━━━ MATERIAL TO PROCESS

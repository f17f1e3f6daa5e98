/** Two districts side by side on one service: nothing of one is ever shown to the other, by any call, page, tile, array or download. */
import { expect, test } from '@playwright/test';
import { type Api, csv, featureCollection, newDistrict, signIn, square } from './api.ts';

const BASE = process.env.BASE_URL as string;
/** A word that stands in every name of the other district and nowhere else. */
const MARK = 'Zebra';
const SEASON = { code: '2023', name: `${MARK} season`, start_date: '2023-05-01', end_date: '2023-07-31' };

interface Side {
  readonly api: Api;
  readonly cookie: string;
  readonly run: string;
  readonly importId: string;
  readonly token: string;
  readonly member: string;
}

let own: Side;
let other: Side;

test.describe.configure({ mode: 'serial' });

test.beforeAll(async () => {
  const manager = await signIn(BASE, 'manager@arrowmere.example', process.env.TILLWATER_DEMO_PASSWORD as string);
  own = await makeSide(manager, 'own', 'Ownfield');
  other = await makeSide(manager, 'other', MARK);
});

test('the other district’s own calls do show its names: the check below can fail', async () => {
  for (const path of ['/api/v1/district', '/api/v1/parcels', '/api/v1/weather/sites', '/api/v1/canals', '/api/v1/seasons']) {
    expect(JSON.stringify((await other.api.get(path)).body), path).toContain(MARK);
  }
});

test('every reading call of the interface, with the other district’s ids', async () => {
  const document = await own.api.ok('GET', '/api/v1/openapi.json');
  const paths = Object.entries(document.paths as Record<string, Record<string, unknown>>).filter(([, methods]) => 'get' in methods);
  expect(paths.length).toBeGreaterThan(40);
  for (const [template] of paths) {
    const path = filled(template, other);
    const credentialsOfBoth: Record<string, string>[] = [{ authorization: `Bearer ${own.api.token}` }, { cookie: own.cookie }];
    for (const credentials of credentialsOfBoth) {
      const controller = new AbortController();
      const response = await fetch(`${BASE}${path}`, { headers: credentials, signal: controller.signal });
      const streamed = response.headers.get('content-type')?.includes('event-stream');
      const text = streamed ? '' : await response.text();
      controller.abort();
      expect(text, `${path} answered ${response.status}`).not.toContain(MARK);
      if (/\{(id|file|variable|version)\}/.test(template)) expect(response.status, path).toBeGreaterThanOrEqual(400);
    }
  }
});

test('every changing call of the interface, with the other district’s ids', async () => {
  const before = await snapshot(other.api);
  const calls: [string, string, unknown?][] = [
    ['POST', `/api/v1/runs/${other.run}/cancel`],
    ['POST', `/api/v1/imports/${other.importId}/apply`],
    ['POST', `/api/v1/imports/${other.importId}/undo`],
    ['POST', `/api/v1/imports/${other.importId}/cancel`],
    ['PATCH', `/api/v1/imports/${other.importId}`, { recompute: false }],
    ['DELETE', `/api/v1/tokens/${other.token}`],
    ['DELETE', `/api/v1/members/${other.member}`],
  ];
  for (const [method, path, body] of calls) {
    const answer = await own.api.call(method, path, body);
    expect(answer.status, `${method} ${path}`).toBe(404);
    expect(JSON.stringify(answer.body)).not.toContain(MARK);
  }
  expect(await snapshot(other.api)).toEqual(before);
});

test('tiles show no shape of the other district', async () => {
  const place = { z: 12, x: Math.floor(((-2.1 + 180) / 360) * 4096), y: tileRow(41.05, 12) };
  for (const layer of ['parcels', 'canals']) {
    const version = (await other.api.ok('GET', '/api/v1/district')).geometry_version;
    const path = `/api/v1/tiles/${layer}/${version}/${place.z}/${place.x}/${place.y}.mvt`;
    const theirs = await fetch(`${BASE}${path}`, { headers: { authorization: `Bearer ${other.api.token}` } });
    expect((await theirs.arrayBuffer()).byteLength, `${path} with the right token`).toBeGreaterThan(20);
    const mine = await fetch(`${BASE}${path}`, { headers: { authorization: `Bearer ${own.api.token}` } });
    expect((await mine.arrayBuffer()).byteLength === 0 || mine.status === 404, `${path} with the wrong token: ${mine.status}`).toBe(true);
  }
});

test('every page, with the other district’s codes in its address', async () => {
  const pages = [
    '/',
    '/parcels',
    '/parcels/P-77',
    '/parcels/P-77/working/2023-06-01',
    '/canals',
    '/weather',
    '/weather/S-77',
    '/crops',
    '/imports',
    `/imports/${other.importId}`,
    '/runs',
    `/runs/${other.run}`,
    '/methods',
    '/reports',
    '/settings',
    `/parcels?run=${other.run}`,
    `/canals?run=${other.run}`,
  ];
  for (const path of pages) {
    const response = await fetch(`${BASE}${path}`, { headers: { cookie: own.cookie, accept: 'text/html' } });
    expect(await response.text(), `${path} answered ${response.status}`).not.toContain(MARK);
  }
});

test('nobody signed in sees anything', async () => {
  for (const path of [
    '/api/v1/parcels',
    `/api/v1/runs/${other.run}/summary`,
    '/api/v1/district',
    `/api/v1/runs/${other.run}/reports/parcels.csv`,
  ]) {
    const response = await fetch(`${BASE}${path}`);
    expect(response.status, path).toBe(401);
    expect(await response.text()).not.toContain(MARK);
  }
});

async function makeSide(manager: string, code: string, word: string): Promise<Side> {
  const unique = `${code}-${Date.now().toString(36)}`;
  const place = word === MARK ? { longitude: -2.1, latitude: 41.05 } : { longitude: -6.3, latitude: 38.4 };
  const { api, cookie } = await newDistrict(
    BASE,
    { cookie: manager },
    { code: unique, name: `${word} Water (invented)`, time_zone: 'UTC' },
  );
  await api.ok('POST', '/api/v1/seasons', { ...SEASON, name: `${word} season` });
  const codes = word === MARK ? '77' : '11';
  const { longitude, latitude } = place;
  await api.bring('stations', {
    'stations.csv': csv(
      ['site', 'name', 'latitude', 'longitude', 'elevation', 'wind_height'],
      [[`S-${codes}`, `${word} mast`, latitude, longitude, 300, 2]],
    ),
  });
  await api.bring('weather', { 'weather.csv': weatherCsv(`S-${codes}`) }, { source: `${word} source` });
  const line = {
    type: 'LineString',
    coordinates: [
      [longitude, latitude],
      [longitude + 0.02, latitude],
    ],
  };
  await api.bring('canals', {
    'canals.geojson': featureCollection([
      { geometry: line, properties: { reach: `R-${codes}`, name: `${word} main`, kind: 'main', capacity_m3_s: 2 } },
    ]),
  });
  const applied = await api.bring(
    'parcels',
    {
      'parcels.geojson': featureCollection([
        {
          geometry: { type: 'Polygon', coordinates: square(longitude + 0.002, latitude + 0.001, 400) },
          properties: { code: `P-${codes}`, name: `${word} meadow`, reach: `R-${codes}`, crop: 'potato' },
        },
      ]),
    },
    { season: SEASON.code },
  );
  const run = await api.run(SEASON.code);
  expect(run.state, run.error ?? '').toBe('done');
  const [token] = (await api.ok('GET', '/api/v1/tokens')).items;
  const [member] = (await api.ok('GET', '/api/v1/members')).items;
  return { api, cookie, run: run.id, importId: applied.id, token: token.id, member: member.user_id };
}

function filled(template: string, side: Side): string {
  const id = template.includes('/imports/') ? side.importId : side.run;
  const values: Record<string, string> = {
    id,
    code: template.includes('/sites/') ? 'S-77' : template.includes('/crops/') ? 'potato' : 'P-77',
    variable: 'gross_requirement',
    period: template.includes('reach-values') ? 'weeks' : 'season',
    file: 'parcels.csv',
    layer: 'parcels',
    version: '999',
    z: '1',
    x: '0',
    y: '0',
  };
  const path = template.replace(/\{(\w+)\}/g, (_, name: string) => values[name]);
  return path.endsWith('/working') ? `${path}?date=2023-06-01` : path;
}

function tileRow(latitude: number, zoom: number): number {
  const radians = (latitude * Math.PI) / 180;
  return Math.floor(((1 - Math.asinh(Math.tan(radians)) / Math.PI) / 2) * 2 ** zoom);
}

async function snapshot(api: Api) {
  const [district, runs, imports, tokens, members] = await Promise.all(
    ['district', 'runs', 'imports', 'tokens', 'members'].map((name) => api.ok('GET', `/api/v1/${name}`)),
  );
  const withoutUse = tokens.items.map((token: Record<string, unknown>) => ({ ...token, last_used_at: null }));
  return { district, runs, imports, tokens: withoutUse, members };
}

function weatherCsv(site: string): string {
  const rows = Array.from({ length: 92 }, (_, day) => [
    site,
    new Date(Date.UTC(2023, 4, 1 + day)).toISOString().slice(0, 10),
    28,
    13,
    50,
    24,
    2,
    day % 10 === 0 ? 5 : 0,
  ]);
  return csv(['site', 'date', 'tmax_c', 'tmin_c', 'rh_mean_pct', 'solar_mj', 'wind_m_s', 'rain_mm'], rows);
}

━━━━━━

◆ WORK TO BE COMPLETED ◆
Retype only this portion of the data above: the line containing "test('the other district’s", the line containing "const paths = Object.entries(document.paths", and all lines between them, exactly.

◆ SOLUTION TO THIS PROBLEM ◆
test('the other district’s own calls do show its names: the check below can fail', async () => {
  for (const path of ['/api/v1/district', '/api/v1/parcels', '/api/v1/weather/sites', '/api/v1/canals', '/api/v1/seasons']) {
    expect(JSON.stringify((await other.api.get(path)).body), path).toContain(MARK);
  }
});

test('every reading call of the interface, with the other district’s ids', async () => {
  const document = await own.api.ok('GET', '/api/v1/openapi.json');
  const paths = Object.entries(document.paths as Record<string, Record<string, unknown>>).filter(([, methods]) => 'get' in methods);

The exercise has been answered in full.